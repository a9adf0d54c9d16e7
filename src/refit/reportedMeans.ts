import { readAdjustment } from '../scan/pAdjustment.js';
import { scanText } from '../scan/scan.js';
import type { PAdjustmentMethod } from '../scan/types.js';
import { parseCell, type ReportedValue } from './reportedTable.js';

/**
 * Adjusted (estimated marginal) means, pairwise comparisons and planned
 * contrasts as a manuscript reports them, read from tables (a table file's
 * blocks, a manuscript's tables) and from written t results that name two
 * levels. What is read stays as printed: level names, comparison names and
 * the numbers with their decimals; matching them to the model's levels is
 * left to compareMeans.ts, which has the model.
 *
 * A table is recognised by its header:
 * - means: a mean column ("M", "Mean", "Adjusted M", "EMM", "LS mean") and
 *   at least one other text column (the factors' levels, one column per factor);
 * - pairwise comparisons: a "Comparison" (or "Pair", "Contrast between") column
 *   holding "harbour - park" (also "vs", "–", "−");
 * - planned contrasts: a "Contrast" column and a "Weights" column
 *   ("route=0.5,0.5,-1" or "0.5, 0.5, -1" with a "Term" column), or a contrast
 *   named as in the analysis description.
 * Number columns: SE, t, df, p, "Difference" / "Estimate", lower and upper
 * bounds ("LL", "UL", "Lower", "Upper") or one "95% CI" column ("[1.2, 3.4]").
 * A p column headed with an adjustment ("p (Bonferroni)", "p_tukey") or a
 * table's "Adjustment" column states the adjustment the authors used.
 */

export type MeanQuantity = 'mean' | 'estimate' | 'se' | 't' | 'df' | 'p' | 'lower' | 'upper';
export const MEAN_QUANTITIES: readonly MeanQuantity[] = ['mean', 'estimate', 'se', 't', 'df', 'p', 'lower', 'upper'];

export interface ReportedMeanRow {
  /** Headers of the level columns (factor names as printed), in order. */
  factors: string[];
  /** The level printed in each of those columns. */
  levels: string[];
  /** A mean written in the text: the words before it, in which compareMeans.ts looks for the level it is of. */
  clause?: string;
  values: Partial<Record<MeanQuantity, ReportedValue>>;
  where: string;
}

export interface ReportedComparisonRow {
  /** "harbour - park" as printed, or the clause of a written result. */
  label: string;
  /** The two sides, when printed as "a - b"; null for a written result (its clause names the levels). */
  first: string | null;
  second: string | null;
  values: Partial<Record<MeanQuantity, ReportedValue>>;
  /** The adjustment stated with this row or its table, null when none is. */
  adjust: PAdjustmentMethod | null;
  /** A simple comparison: the level of another factor within which it is made, from a text column ("Pace | self"). */
  within?: { header: string; level: string };
  where: string;
}

export interface ReportedContrastRow {
  name: string;
  /** "route" or "route:pace" when the weights are given with their term. */
  term: string | null;
  weights: number[] | null;
  values: Partial<Record<MeanQuantity, ReportedValue>>;
  where: string;
}

export interface ReportedMeansSet {
  means: ReportedMeanRow[];
  comparisons: ReportedComparisonRow[];
  contrasts: ReportedContrastRow[];
  /** A statement in the manuscript's text of how post hoc p were adjusted (null when none or a table file). */
  statedAdjustment: { method: PAdjustmentMethod; where: string } | null;
}

export function emptyMeansSet(): ReportedMeansSet {
  return { means: [], comparisons: [], contrasts: [], statedAdjustment: null };
}

function squash(text: string): string {
  return text.normalize('NFKC').toLowerCase().replace(/[_.]/g, ' ').replace(/\s+/g, ' ').trim();
}

type Column = MeanQuantity | 'ci' | 'comparison' | 'contrast' | 'weights' | 'term' | 'adjust' | 'text';

/** What a header of a means, comparisons or contrasts table means ("text" for a level column or anything else). */
export function meansColumnMeaning(header: string): Column {
  const h = squash(header);
  const open = h.lastIndexOf('(');
  const bare = h.endsWith(')') && open >= 0 ? h.slice(0, open).trim() : h;
  if (/^(comparison|comparisons|pair|pairwise comparison|contrast between)$/.test(bare)) return 'comparison';
  if (/^(contrast|contrasts|planned contrast)$/.test(bare)) return 'contrast';
  if (/^(weights|contrast weights|coefficients)$/.test(bare)) return 'weights';
  if (/^(term|effect|factor)$/.test(bare)) return 'term';
  if (/^(adjustment|adjust|correction|method)$/.test(bare)) return 'adjust';
  if (/^(m|mean|means|adjusted m|adjusted mean|adjusted means|adj m|emm|emmean|estimated marginal mean|marginal mean|ls mean|lsmean|least squares mean|m adj|madj)$/.test(bare)) return 'mean';
  if (/^(difference|diff|mean difference|md|estimate|est|δ|Δ|m diff)$/.test(bare)) return 'estimate';
  if (/^(se|s e|std error|std err|standard error|se diff|se of difference)$/.test(bare)) return 'se';
  if (/^(t|t value|t ratio|t-ratio|t-value)$/.test(bare)) return 't';
  if (/^(df|d f)$/.test(bare)) return 'df';
  if (/^(p|p value|p-value|pr|sig|p adj|p adjusted|adjusted p|padj|p-adj)$/.test(bare) || /^p[ -]?(tukey|bonferroni|bonf|holm|sidak|šidák|scheffe|scheffé)$/.test(bare)) return 'p';
  if (/^((\d{2}% )?ci (lower|ll)|lower|ll|lower bound|lower limit|lcl)$/.test(bare)) return 'lower';
  if (/^((\d{2}% )?ci (upper|ul)|upper|ul|upper bound|upper limit|ucl)$/.test(bare)) return 'upper';
  if (/^(\d{2}% )?(ci|confidence interval)$/.test(bare)) return 'ci';
  return 'text';
}

/** The adjustment a p column's header names ("p (Bonferroni)", "p_tukey"), else null. */
function headerAdjustment(header: string): PAdjustmentMethod | null {
  const reading = readAdjustment(header.replace(/_/g, ' '), false);
  return reading && reading.method !== 'unspecified' ? reading.method : null;
}

/** "[1.20, 3.90]", "1.20, 3.90", "(1.20; 3.90)" -> both bounds. */
function parseInterval(text: string): [ReportedValue, ReportedValue] | null {
  const inner = text.trim().replace(/^[[(]/, '').replace(/[\])]$/, '');
  const parts = inner.split(/[,;]|\s(?:to|–)\s/);
  if (parts.length !== 2) return null;
  const low = parseCell(parts[0]!);
  const high = parseCell(parts[1]!);
  return low && high ? [low, high] : null;
}

/** "harbour - park", "harbour vs. park", "harbour – park" -> the two sides. */
export function splitComparison(text: string): [string, string] | null {
  const t = text.normalize('NFKC').replace(/[\u2212\u2013\u2014]/g, '-');
  for (const sep of [' vs. ', ' vs ', ' versus ', ' - ']) {
    const at = t.toLowerCase().indexOf(sep);
    if (at > 0) {
      const a = t.slice(0, at).trim();
      const b = t.slice(at + sep.length).trim();
      if (a !== '' && b !== '') return [a, b];
    }
  }
  return null;
}

/** "route=0.5,0.5,-1" or "0.5, 0.5, -1" (fractions "1/3" allowed) -> term and weights. */
export function parseWeights(text: string): { term: string | null; weights: number[] } | null {
  const eq = text.indexOf('=');
  const term = eq > 0 ? text.slice(0, eq).trim() : null;
  const pieces = text.slice(eq + 1).split(/[,;]/).map((w) => w.trim());
  const weights = pieces.map((piece) => {
    const [a, b, ...rest] = piece.split('/');
    if (rest.length > 0) return NaN;
    const x = parseCell(a ?? '')?.value ?? NaN;
    return b === undefined ? x : x / (parseCell(b)?.value ?? NaN);
  });
  return weights.length >= 2 && weights.every(Number.isFinite) ? { term, weights } : null;
}

/** A header of a means, comparisons or contrasts table (tablesInText finds such tables in plain text and Markdown). */
export function isMeansHeader(cells: readonly string[]): boolean {
  const meanings = cells.map(meansColumnMeaning);
  return meanings.includes('comparison') || (meanings.includes('contrast') && (meanings.includes('weights') || meanings.includes('estimate'))) || (meanings.includes('mean') && meanings.includes('text'));
}

/** Reads rows of cells (header first, within the first rows) as a means, comparisons or contrasts table; appends to `into`. */
export function readMeansRows(cells: readonly (readonly string[])[], where: string, into: ReportedMeansSet): boolean {
  for (let h = 0; h < Math.min(cells.length, 3); h++) {
    const header = cells[h]!;
    const meanings = header.map(meansColumnMeaning);
    const has = (m: Column) => meanings.includes(m);
    const numberColumns = meanings.filter((m) => (MEAN_QUANTITIES as readonly string[]).includes(m) || m === 'ci').length;
    const kind = has('comparison') ? 'comparison' : has('contrast') && (has('weights') || has('estimate')) ? 'contrast' : has('mean') && meanings.some((m) => m === 'text') ? 'mean' : null;
    if (kind === null || numberColumns < 1) continue;
    const pAdjust = meanings.map((m, c) => (m === 'p' ? headerAdjustment(header[c]!) : null)).find((a) => a !== null) ?? null;
    const before = into.means.length + into.comparisons.length + into.contrasts.length;
    for (const row of cells.slice(h + 1)) {
      const values: Partial<Record<MeanQuantity, ReportedValue>> = {};
      const texts: string[] = [];
      const textHeads: string[] = [];
      let label = '';
      let weights: string | null = null;
      let term: string | null = null;
      let adjust: PAdjustmentMethod | null = pAdjust;
      meanings.forEach((m, c) => {
        const cell = (row[c] ?? '').trim();
        if (m === 'comparison' || m === 'contrast') label = cell;
        else if (m === 'weights') weights = cell;
        else if (m === 'term') term = cell;
        else if (m === 'adjust') adjust = headerAdjustment(cell) ?? adjust;
        else if (m === 'ci') {
          const ci = parseInterval(cell);
          if (ci) [values.lower, values.upper] = ci;
        } else if (m === 'text') {
          texts.push(cell);
          textHeads.push(header[c]!.trim());
        } else if (values[m] === undefined) {
          const v = parseCell(cell);
          if (v !== null) values[m] = v;
        }
      });
      if (Object.keys(values).length === 0) continue;
      if (kind === 'mean') {
        if (texts.every((t) => t === '')) continue;
        into.means.push({ factors: textHeads, levels: texts, values, where });
      } else if (kind === 'comparison') {
        const sides = splitComparison(label);
        if (sides === null) continue;
        // A text column beside the comparison names the level of another factor it is made within.
        const withinAt = texts.findIndex((text) => text !== '');
        const within = withinAt >= 0 ? { header: textHeads[withinAt]!, level: texts[withinAt]! } : null;
        into.comparisons.push({ label, first: sides[0], second: sides[1], values, adjust, where, ...(within ? { within } : {}) });
      } else {
        if (label === '' && weights === null) continue;
        const parsed = weights === null ? parseWeights(label) : parseWeights(weights);
        into.contrasts.push({ name: label, term: term ?? parsed?.term ?? null, weights: parsed?.weights ?? null, values, where });
      }
    }
    if (into.means.length + into.comparisons.length + into.contrasts.length > before) return true;
  }
  return false;
}

function lineOf(text: string, offset: number): number {
  let line = 1;
  for (let i = 0; i < offset && i < text.length; i++) if (text.charCodeAt(i) === 10) line++;
  return line;
}

/**
 * Written t results that may be pairwise comparisons ("harbour and park
 * differed, t(125) = 1.98, p = .121"): each kept with the clause before it,
 * in which compareMeans.ts looks for two levels of one factor; and the
 * manuscript's statement of how post hoc p were adjusted.
 */
export function textComparisons(text: string, into: ReportedMeansSet): void {
  textMeans(text, into);
  const { results, context } = scanText(text);
  const stated = (context.pAdjustments ?? []).find((a) => a.method !== 'unspecified');
  if (stated) into.statedAdjustment = { method: stated.method, where: `text, line ${lineOf(text, stated.start)}` };
  let previousEnd = 0;
  for (const result of results) {
    const from = Math.max(previousEnd, result.start - 200);
    previousEnd = result.end;
    if (result.kind !== 't' || result.value === null) continue;
    let clause = text.slice(from, result.start);
    const cut = Math.max(clause.lastIndexOf('. '), clause.lastIndexOf('; '), clause.lastIndexOf('\n\n'));
    if (cut >= 0) clause = clause.slice(cut + 1);
    const values: Partial<Record<MeanQuantity, ReportedValue>> = { t: { ...result.value, comparator: result.valueComparator } };
    if (result.df[0]) values.df = { ...result.df[0], comparator: '=' };
    if (result.p) values.p = { ...result.p.value, comparator: result.p.comparator };
    const own = readAdjustment(text.slice(result.start, Math.min(text.length, result.end + 40)), false);
    into.comparisons.push({
      label: `${clause.trim().slice(-80)} ${result.text}`.trim(),
      first: null,
      second: null,
      values,
      adjust: own && own.method !== 'unspecified' ? own.method : null,
      where: `text, line ${lineOf(text, result.start)}`,
    });
  }
}

/**
 * A mean written with its standard error ("the harbour route (M = 25.84, SE = 0.57)", "adjusted M = 25.84, SE =
 * 0.57"): an adjusted (model-based) mean as papers report them; means with an SD are the groups' descriptives,
 * not read here. Each is kept with the words before it back to the sentence's start or the mean before it, in
 * which compareMeans.ts looks for the level it is of.
 */
const MEAN_WITH_SE = /(?<![\p{L}\d])(?:M|Mean|mean|EMM|Madj|M_adj)\s?[=:]\s?(-?\d{1,7}(?:\.\d{1,6})?)\s?(?:[,;]\s?|\(\s?)(?:SE|S\.E\.|se)\s?[=:]\s?(\d{1,7}(?:\.\d{1,6})?)(?!\d)/gu;

function textMeans(text: string, into: ReportedMeansSet): void {
  let previousEnd = 0;
  for (const match of text.matchAll(MEAN_WITH_SE)) {
    const start = match.index!;
    let clause = text.slice(Math.max(previousEnd, start - 200), start);
    previousEnd = start + match[0].length;
    const cut = Math.max(clause.lastIndexOf('. '), clause.lastIndexOf('\n\n'));
    if (cut >= 0) clause = clause.slice(cut + 1);
    const mean = parseCell(match[1]!);
    const se = parseCell(match[2]!);
    if (mean === null || se === null) continue;
    // (Without the bracket the mean stands in, and the one closing the mean before: "), lower on the park route (".)
    const words = trimmed(clause, ' \t\n\r),;]', ' \t\n\r([');
    into.means.push({ factors: [], levels: [], clause: words, values: { mean, se }, where: `text, line ${lineOf(text, start)}` });
  }
}

/** The text without the characters of `before` at its start and of `after` at its end (a loop: linear whatever the text). */
function trimmed(text: string, before: string, after: string): string {
  let start = 0;
  let end = text.length;
  while (start < end && before.includes(text[start]!)) start++;
  while (end > start && after.includes(text[end - 1]!)) end--;
  return text.slice(start, end);
}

## Your instructions
Starting at the line that has "parseCell, type ReportedValue" and ending at the line that has "pairwise comparisons: a", please write out the lines above exactly, leaving out all others.

## Task solution
import { parseCell, type ReportedValue } from './reportedTable.js';

/**
 * Adjusted (estimated marginal) means, pairwise comparisons and planned
 * contrasts as a manuscript reports them, read from tables (a table file's
 * blocks, a manuscript's tables) and from written t results that name two
 * levels. What is read stays as printed: level names, comparison names and
 * the numbers with their decimals; matching them to the model's levels is
 * left to compareMeans.ts, which has the model.
 *
 * A table is recognised by its header:
 * - means: a mean column ("M", "Mean", "Adjusted M", "EMM", "LS mean") and
 *   at least one other text column (the factors' levels, one column per factor);
 * - pairwise comparisons: a "Comparison" (or "Pair", "Contrast between") column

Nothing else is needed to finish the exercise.